#### WHAT IS REQUIRED:
Look through the data below. Pick out the lines holding the string "lotReceivedAt".

#### DATASET RECORDS:

// The one place every stock change goes through. Each operation runs inside the caller's
// transaction (pass its EntityManager); HTTP routes wrap them with runStockRequest (one transaction,
// deadlock retry, Idempotency-Key). Quantities are integers in the item's stock unit.
import type { EntityManager } from 'typeorm'
import type { AdjustmentReason } from '../../../shared/catalog.js'
import { Bin } from '../../entities/Bin.js'
import { Lot } from '../../entities/Lot.js'
import { AppError, problem } from '../../errors.js'
import { currentAverage } from './averageCost.js'
import { currentLotByCode } from './currentRows.js'
import { loadLookups } from './stockLookups.js'
import { applyMoves, type AppliedMoves, type DocRef, type StockActor } from './stockLedger.js'

export type { DocRef, StockActor }

export interface ReceiptLine {
  itemId: number
  binId: number
  /** An existing lot, or a lot code to find or create for the item. Neither: no lot. */
  lotId?: number | null
  lotCode?: string | null
  lotReceivedAt?: string
  vendorId?: number | null
  tintNote?: string | null
  qty: number
  unitCost: string
  docLineId?: number | null
}

/** A bin stock may be put into or taken from: in use, not a transit bin, in the given warehouse if one is named. */
function checkStorageBin(bin: Bin, warehouseId?: number): Bin {
  if (!bin.active) throw AppError.conflict('bin_inactive', `Bin ${bin.code} is not in use.`, { params: { bin: bin.code } })
  // Stock in a transit bin is on its way, never available: it leaves only by receiving the transfer.
  if (bin.kind === 'transit') throw AppError.conflict('bin_in_transit', `Bin ${bin.code} holds stock in transit; receive the transfer to put it away.`, { params: { bin: bin.code } })
  if (warehouseId !== undefined && bin.warehouseId !== warehouseId) {
    throw AppError.badRequest('bin_other_warehouse', `Bin ${bin.code} is in another warehouse.`, { params: { bin: bin.code } })
  }
  return bin
}

async function storageBin(em: EntityManager, binId: number, warehouseId?: number): Promise<Bin> {
  const bin = await em.findOneBy(Bin, { id: binId })
  if (!bin) throw AppError.notFound('bin_not_found', 'That bin was not found.')
  return checkStorageBin(bin, warehouseId)
}

export async function findOrCreateLot(
  em: EntityManager,
  itemId: number,
  code: string,
  extra: { receivedAt?: string; vendorId?: number | null; tintNote?: string | null } = {},
): Promise<Lot> {
  const existing = await em.findOneBy(Lot, { itemId, code })
  if (existing) return existing
  await em.query('INSERT IGNORE INTO lots (item_id, code, received_at, vendor_id, tint_note) VALUES (?, ?, ?, ?, ?)', [
    itemId,
    code,
    extra.receivedAt ?? new Date().toISOString().slice(0, 10),
    extra.vendorId ?? null,
    extra.tintNote ?? null,
  ])
  // A locking read: a lot another request created after this transaction's snapshot is invisible to a
  // plain read under REPEATABLE READ (the insert above was then ignored), which made this a 500.
  const lot = await currentLotByCode(em, itemId, code)
  if (!lot) throw AppError.notFound('item_not_found', `Item ${itemId} was not found.`) // INSERT IGNORE also skips a lot of an unknown item
  return lot
}

/** Receipt into bins: on hand up, moving-average cost blended per item and warehouse. */
export async function receive(
  em: EntityManager,
  actor: StockActor,
  input: { warehouseId: number; lines: ReceiptLine[]; doc?: DocRef; note?: string | null },
): Promise<AppliedMoves> {
  if (!input.lines.length) throw AppError.badRequest('lines_needed', 'A receipt needs at least one line.')
  // Lots are found or made in (item, code) order, so two receipts creating the same lots queue up; the
  // moving average is blended by applyMoves under the cost-row and balance locks.
  const lines = [...input.lines].sort((a, b) => a.itemId - b.itemId || (a.lotCode ?? '').localeCompare(b.lotCode ?? ''))
  for (const line of lines) await storageBin(em, line.binId, input.warehouseId)
  const specs = []
  for (const line of lines) {
    const lotId = line.lotId ?? (line.lotCode ? (await findOrCreateLot(em, line.itemId, line.lotCode, {
      receivedAt: line.lotReceivedAt, vendorId: line.vendorId, tintNote: line.tintNote,
    })).id : null)
    specs.push({
      moveType: 'receipt' as const,
      itemId: line.itemId,
      binId: line.binId,
      lotId,
      qty: line.qty,
      unitCost: line.unitCost,
      doc: input.doc ? { ...input.doc, docLineId: line.docLineId ?? input.doc.docLineId ?? null } : null,
      note: input.note ?? null,
    })
  }
  return applyMoves(em, actor, specs)
}

/**
 * Goods a customer brings back into a bin of the warehouse they left from: on hand up, at the warehouse's
 * current moving-average cost (a return is not a purchase, so the average is left as it is).
 */
export async function receiveReturn(
  em: EntityManager,
  actor: StockActor,
  input: { warehouseId: number; lines: (Omit<ReceiptLine, 'unitCost' | 'vendorId' | 'tintNote'>)[]; doc: DocRef; note?: string | null },
): Promise<AppliedMoves> {
  if (!input.lines.length) throw AppError.badRequest('lines_needed', 'A return needs at least one line.')
  for (const line of input.lines) await storageBin(em, line.binId, input.warehouseId)
  const specs = []
  for (const line of input.lines) {
    const lotId = line.lotId ?? (line.lotCode ? (await findOrCreateLot(em, line.itemId, line.lotCode, { receivedAt: line.lotReceivedAt })).id : null)
    specs.push({
      moveType: 'return' as const, itemId: line.itemId, binId: line.binId, lotId, qty: line.qty,
      unitCost: await currentAverage(em, line.itemId, input.warehouseId),
      doc: { ...input.doc, docLineId: line.docLineId ?? null }, note: input.note ?? null,
    })
  }
  return applyMoves(em, actor, specs)
}

export interface IssueLine {
  itemId: number
  binId: number
  lotId: number | null
  qty: number
  docLineId?: number | null
}

/** Stock out the door (counter sale, job issue). Never takes reserved units. */
export async function issue(
  em: EntityManager,
  actor: StockActor,
  input: { lines: IssueLine[]; doc?: DocRef; reason?: string | null; note?: string | null },
): Promise<AppliedMoves> {
  if (!input.lines.length) throw AppError.badRequest('lines_needed', 'An issue needs at least one line.')
  // One read for every line's item, bin and cost row (stockLookups.ts), then the balances and the ledger.
  const lookups = await loadLookups(em, input.lines, { costs: true })
  const specs = input.lines.map((l) => {
    const bin = checkStorageBin(lookups.bin(l.binId))
    return {
      moveType: 'issue' as const,
      itemId: l.itemId,
      binId: l.binId,
      lotId: l.lotId,
      qty: -l.qty,
      unitCost: lookups.averageCost(l.itemId, bin.warehouseId),
      doc: input.doc ? { ...input.doc, docLineId: l.docLineId ?? null } : null,
      reason: input.reason ?? null,
      note: input.note ?? null,
    }
  })
  return applyMoves(em, actor, specs, lookups)
}

/** A counted, damaged, found or written-off difference in one bin. */
export async function adjust(
  em: EntityManager,
  actor: StockActor,
  input: { itemId: number; binId: number; lotId: number | null; delta: number; reason: AdjustmentReason; note?: string | null; doc?: DocRef },
): Promise<AppliedMoves> {
  const lookups = await loadLookups(em, [input], { costs: true })
  const bin = checkStorageBin(lookups.bin(input.binId))
  // Found units of an item matched by lot must say which lot they are: without one they could never be
  // picked with their run (tint) and would sit apart in a lot of their own.
  if (input.reason === 'found' && input.lotId === null && lookups.item(input.itemId).matchLot) {
    throw AppError.badRequest('lot_required', 'This item is matched by lot: choose the lot the found units belong to.', { fields: { lotId: problem('lot_required') } })
  }
  return applyMoves(em, actor, [
    {
      moveType: input.reason === 'counted' ? 'count' : 'adjustment',
      itemId: input.itemId,
      binId: input.binId,
      lotId: input.lotId,
      qty: input.delta,
      unitCost: lookups.averageCost(input.itemId, bin.warehouseId),
      reason: input.reason,
      note: input.note ?? null,
      doc: input.doc ?? null,
    },
  ], lookups)
}

/** From one bin to another in the same warehouse. */
export async function moveBetweenBins(
  em: EntityManager,
  actor: StockActor,
  input: { itemId: number; lotId: number | null; fromBinId: number; toBinId: number; qty: number; note?: string | null },
): Promise<AppliedMoves> {
  if (input.fromBinId === input.toBinId) throw AppError.badRequest('move_same_bin', 'Choose a different bin to move to.', { fields: { toBinId: problem('move_same_bin') } })
  const common = { moveType: 'bin_move' as const, itemId: input.itemId, lotId: input.lotId, note: input.note ?? null }
  const specs = [
    { ...common, binId: input.fromBinId, qty: -input.qty },
    { ...common, binId: input.toBinId, qty: input.qty },
  ]
  const lookups = await loadLookups(em, specs)
  const from = checkStorageBin(lookups.bin(input.fromBinId))
  checkStorageBin(lookups.bin(input.toBinId), from.warehouseId)
  return applyMoves(em, actor, specs, lookups)
}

#### TASK ANSWER:
  lotReceivedAt?: string
      receivedAt: line.lotReceivedAt, vendorId: line.vendorId, tintNote: line.tintNote,
    const lotId = line.lotId ?? (line.lotCode ? (await findOrCreateLot(em, line.itemId, line.lotCode, { receivedAt: line.lotReceivedAt })).id : null)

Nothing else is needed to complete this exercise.